-- ACTION ITEM --
Retype exactly the lines from the one with "Files.move(from, to, StandardCopyOption.REPLACE_EXISTING);" down to the final line of the material below, both included, and nothing more.

-- INPUT FOR THIS TASK --
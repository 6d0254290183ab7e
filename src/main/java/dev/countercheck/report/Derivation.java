package dev.countercheck.report;

import dev.countercheck.eurocode.Step;
import dev.countercheck.report.HtmlModel.Definition;
import dev.countercheck.report.HtmlModel.StepView;

import java.util.ArrayList;
import java.util.HashMap;
import java.util.List;
import java.util.Map;
import java.util.Optional;

/**
 * A check's trace as a numbered derivation: each step names its quantity in words, and every symbol is defined
 * where it first appears in the check's derivation: the step's own symbol by the quantity's name, the symbols
 * of its formula by a definition under the line. The meanings come from the {@link Glossary}, and a name a
 * rule's formula writes from the ruleset's own declarations. Built when the report is rendered, never during
 * the review.
 */
final class Derivation {

    private final Glossary glossary;
    private final Map<String, String> rulesetNames;

    Derivation(Glossary glossary, Map<String, String> rulesetNames) {
        this.glossary = glossary;
        this.rulesetNames = rulesetNames;
    }

    /** The steps of check {@code checkId}'s trace, numbered from 1, anchored {@code <anchor>-s<n>}. */
    List<StepView> of(String checkId, List<Step> trace, String anchor) {
        Map<String, String> defined = new HashMap<>();
        List<StepView> steps = new ArrayList<>(trace.size());
        for (int i = 0; i < trace.size(); i++) {
            Step step = trace.get(i);
            String symbol = FormulaSymbols.base(step.symbol());
            Optional<String> quantity = meaning(symbol, checkId);
            boolean definesSymbol = quantity.isPresent() && !quantity.get().equals(defined.get(symbol));
            quantity.ifPresent(q -> defined.put(symbol, q));
            List<String> uses = new ArrayList<>();
            uses.add(symbol);
            List<Definition> where = new ArrayList<>();
            for (String name : FormulaSymbols.in(step.formula(), glossary)) {
                if (name.equals(symbol)) {
                    continue;
                }
                uses.add(name);
                Optional<String> meaning = meaning(name, checkId);
                if (meaning.isPresent() && !meaning.get().equals(defined.get(name))) {
                    defined.put(name, meaning.get());
                    where.add(new Definition(name, meaning.get()));
                }
            }
            String substituted = step.substituted().equals(step.formula()) ? "" : step.substituted();
            steps.add(new StepView(anchor + "-s" + (i + 1), i + 1, step.symbol(), symbol,
                    FormulaSymbols.qualifier(step.symbol()), quantity.orElse(""), definesSymbol, step.formula(),
                    substituted, ReportNumbers.display(step.value(), step.unit()), ReportNumbers.unit(step.unit()),
                    step.clause(), step.remark().orElse(""), List.copyOf(where), String.join("|", uses)));
        }
        return steps;
    }

    private Optional<String> meaning(String symbol, String checkId) {
        return glossary.meaning(symbol, checkId).or(() -> Optional.ofNullable(rulesetNames.get(symbol)));
    }
}
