package dev.countercheck.report;

import dev.countercheck.review.Review;
import dev.countercheck.round.ReviewRound;
import freemarker.core.HTMLOutputFormat;
import freemarker.core.TemplateClassResolver;
import freemarker.template.Configuration;
import freemarker.template.Template;
import freemarker.template.TemplateException;
import freemarker.template.TemplateExceptionHandler;

import java.io.IOException;
import java.io.Writer;
import java.util.ArrayList;
import java.util.List;
import java.util.Locale;
import java.util.TimeZone;

/**
 * Renders a finished {@link Review} as one self-contained HTML page: inline CSS, inline SVG
 * drawings, no scripts, no external resources, a print stylesheet for A4. Every value is HTML-escaped by the template's
 * output format. Numbers are formatted in Java ({@link ReportNumbers}), so the output does not
 * depend on the machine's locale or time zone.
 */
public final class HtmlReportWriter {

    static final String TEMPLATE = "review.ftlh";
    static final String INDEX_TEMPLATE = "index.ftlh";

    /** Configured once; it keeps each template compiled after its first use (safe to share between threads). */
    private static final Configuration FREEMARKER = configuration();

    /**
     * The report's template, compiled on first use. A holder, so that a thread that asks for it while another
     * compiles it ({@link #prepare()} on a second core) waits for that one instead of compiling it again.
     */
    private static final class Report {
        static final Template TEMPLATE = load(HtmlReportWriter.TEMPLATE);
    }

    private static Configuration configuration() {
        Configuration freemarker = new Configuration(Configuration.VERSION_2_3_34);
        freemarker.setClassForTemplateLoading(HtmlReportWriter.class, "/templates");
        freemarker.setTemplateUpdateDelayMilliseconds(Long.MAX_VALUE);
        freemarker.setDefaultEncoding("UTF-8");
        freemarker.setOutputFormat(HTMLOutputFormat.INSTANCE);
        freemarker.setLocale(Locale.ROOT);
        freemarker.setTimeZone(TimeZone.getTimeZone("UTC"));
        freemarker.setNumberFormat("computer");
        freemarker.setTemplateExceptionHandler(TemplateExceptionHandler.RETHROW_HANDLER);
        freemarker.setLogTemplateExceptions(false);
        freemarker.setWrapUncheckedExceptions(true);
        freemarker.setFallbackOnNullLoopVariable(false);
        freemarker.setNewBuiltinClassResolver(TemplateClassResolver.ALLOWS_NOTHING_RESOLVER);
        freemarker.setObjectWrapper(new ReportObjectWrapper(Configuration.VERSION_2_3_34));
        return freemarker;
    }

    /** Compiles the report's template now (a part of a short review's time), if no thread has yet. */
    static void prepare() {
        template(TEMPLATE);
    }

    /** The HTML page for {@code review} on its own: no sign-off names, responses or previous revision. */
    public String write(Review review) {
        return write(review, ReviewRound.none(""));
    }

    /**
     * The report of {@code review} in its round as one HTML page, however many elements it has:
     * sign-off, responses, comparison with the previous revision.
     */
    public String write(Review review, ReviewRound round) {
        return render(TEMPLATE, HtmlModel.of(review, round, Paging.ONE_PAGE));
    }

    /**
     * The HTML files of the report of {@code review} in its round, whose first page is {@code fileName}:
     * that page alone for a project of up to {@link Paging#PER_PART} elements, else the project page and
     * its parts (see {@link Paging}). Each file is written into its writer as the template runs.
     */
    public List<Page> pages(Review review, ReviewRound round, String fileName) {
        HtmlModel model = HtmlModel.of(review, round, Paging.of(fileName, review.elements().size()));
        List<Page> pages = new ArrayList<>();
        pages.add(new Page(fileName, out -> render(TEMPLATE, model, out)));
        for (HtmlModel part : model.parts(review)) {
            pages.add(new Page(model.paging().partFile(part.paging().part()), out -> render(TEMPLATE, part, out)));
        }
        return pages;
    }

    /** One HTML file of a report: its name and what writes it. */
    public record Page(String fileName, OutputSet.Text content) {
    }

    /** The page of template {@code name} for {@code model}. */
    String render(String name, Object model) {
        TextWriter out = new TextWriter();
        try {
            render(name, model, out);
        } catch (IOException e) {
            throw new IllegalStateException("text in memory does not fail", e);
        }
        return out.toString();
    }

    /**
     * Writes the page of template {@code name} for {@code model} into {@code out}; an {@link IOException}
     * is the writer's own (a full disk), any other failure a bug in this package.
     */
    void render(String name, Object model, Writer out) throws IOException {
        Template template = template(name);
        try {
            template.process(model, out);
        } catch (TemplateException e) {
            // The templates ship inside the jar and their models are built here: failing is a bug in this package.
            throw new IllegalStateException("could not render templates/" + name + ": " + e.getMessage(), e);
        }
        out.flush();
    }

    /** The compiled template {@code name}. */
    private static Template template(String name) {
        return name.equals(TEMPLATE) ? Report.TEMPLATE : load(name);
    }

    /** Template {@code name} from Freemarker's cache, compiled the first time; one missing from the jar is a bug here. */
    private static Template load(String name) {
        try {
            return FREEMARKER.getTemplate(name);
        } catch (IOException e) {
            throw new IllegalStateException("could not read templates/" + name + " from the jar: " + e.getMessage(), e);
        }
    }
}
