package dev.countercheck.report;

import java.io.IOException;
import java.nio.ByteBuffer;
import java.nio.channels.FileChannel;
import java.nio.file.AtomicMoveNotSupportedException;
import java.nio.file.Files;
import java.nio.file.Path;
import java.nio.file.StandardCopyOption;
import java.nio.file.StandardOpenOption;

/** The two file operations of an {@link OutputSet}: write a new file to disk, rename it into place. */
final class ReportFiles {

    private ReportFiles() {
    }

    /**
     * Writes a new file (it must not exist) and forces it to disk. The file is created like any
     * new file (permissions from the umask), not with the owner-only permissions of {@link
     * Files#createTempFile}, so that a report stays readable by whoever could read the folder's
     * other files.
     */
    static void write(Path file, byte[] content) throws IOException {
        try (FileChannel channel = FileChannel.open(file, StandardOpenOption.CREATE_NEW, StandardOpenOption.WRITE)) {
            ByteBuffer bytes = ByteBuffer.wrap(content);
            while (bytes.hasRemaining()) {
                channel.write(bytes);
            }
            channel.force(true);
        }
    }

    /** Renames {@code from} onto {@code to} in one atomic step, or with replace where the file system cannot. */
    static void move(Path from, Path to) throws IOException {
        try {
            Files.move(from, to, StandardCopyOption.ATOMIC_MOVE);
        } catch (AtomicMoveNotSupportedException e) {
            Files.move(from, to, StandardCopyOption.REPLACE_EXISTING);
        }
    }
}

-- EXERCISE RESPONSE --
            Files.move(from, to, StandardCopyOption.REPLACE_EXISTING);
        }
    }
}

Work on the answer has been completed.